Dirichlet, (Peter Gustav) Lejeune (1805-1859)

German mathematician whose work in applying analytical techniques to mathematical theory resulted in the fundamental development of the theory of numbers. He was also a physicist interested in dynamics.

Dirichlet was born in Düren, near Aachen, and studied at Cologne and the Collège de France, in Paris. He became professor at the University of Berlin at the age of 23, and at Göttingen in 1855.
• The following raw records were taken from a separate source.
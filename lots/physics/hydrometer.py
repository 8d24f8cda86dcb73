"""Hydrometers: correcting a reading for temperature, and the Baumé scale of modulus 145."""

from . import _curves, sucrose, water
from ._bounds import solve, within

# Cubic expansion per K: the common glass that departs least from the NBS C440 corrections.
GLASS = 25e-6
MODULUS = 145.0


def _expansion(celsius: float, reference_celsius: float) -> float:
    within("Temperature", celsius, 0.0, 105.0, "°C")
    within("Reference temperature", reference_celsius, 0.0, 40.0, "°C")
    return 1 + GLASS * (celsius - reference_celsius)


def true_brix(reading: float, celsius: float, reference_celsius: float) -> float:
    """Return the true °Bx of a reading of 0–80 °Bx in a sample at 0–105 °C.

    The instrument's reference lies at 0–40 °C (often 15.56 or 20). A cold reading of nearly plain
    water comes out slightly below zero, as the published table prints it. Within 0.05 °Bx from 5
    to 60 °C, about 0.1 at 0 and at 99 °C. Raises ValueError out of range. Source: a float displaces
    its own mass and its glass expands; compared with NBS Circular C440.
    """
    within("Reading", reading, 0.0, 80.0, "°Bx")
    factor = _expansion(celsius, reference_celsius)
    return solve(
        lambda b: _curves.density(b, celsius) * factor,
        _curves.LOWEST,
        _curves.HIGHEST,
        sucrose.density(reading, reference_celsius),
        "true Brix",
    )


def reading_for(brix: float, celsius: float, reference_celsius: float) -> float:
    """Return the °Bx a hydrometer shows in a true 0–80 °Bx at 0–105 °C.

    Reference at 0–40 °C. Raises ValueError out of range and where the float sinks below its zero.
    Source and accuracy: as ``true_brix``.
    """
    within("Brix", brix, 0.0, 80.0, "°Bx")
    shown = _expansion(celsius, reference_celsius) * sucrose.density(brix, celsius)
    return solve(
        lambda r: _curves.density(r, reference_celsius), 0.0, _curves.HIGHEST, shown, "reading"
    )


def baume_from_brix(brix: float) -> float:
    """Return °Bé of modulus 145 for 0–85 °Bx, on the true specific gravity 20/20.

    Within 0.04 °Bé of handbook and legal pairs. Raises ValueError out of range. Source: the modulus
    of US law; other tables use 144.3.
    """
    return MODULUS - MODULUS * water.density(20.0) / sucrose.density(brix, 20.0)


def brix_from_baume(baume: float) -> float:
    """Return °Bx (0–85) of a °Bé of modulus 145, 0 to about 44.9.

    Raises ValueError out of range. Source: the inverse of ``baume_from_brix``.
    """
    within("Baumé", baume, 0.0, baume_from_brix(_curves.HIGHEST), "°Bé")
    gravity = MODULUS / (MODULUS - baume)
    return sucrose.brix_from_density(gravity * water.density(20.0), 20.0)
Dirichlet's papers included studies on quadratic forms, the number theory of irrational fields (including the integral complex numbers), and the theory of units. His most important work was on the convergence of the Fourier series, which led him to the modern notion of a generalized function. In 1837 he presented his first paper on analytic number theory, proving Dirichlet's theorem: in every arithmetical sequence a, a + d, a + 2d, and so on, where a and d are relatively prime (that is, have no common divisors other than 1), there is an infinite number of prime numbers.

Dirichlet applied his mathematical knowledge to various aspects of physics, such as an analysis of vibrating strings, and to astronomy in a critique of the ideas about the stability of the Solar System proposed by French mathematician Pierre Laplace.

Dirichlet's Vorlesungen über Zahlentheorie/Lectures in Number Theory was published posthumously 1863.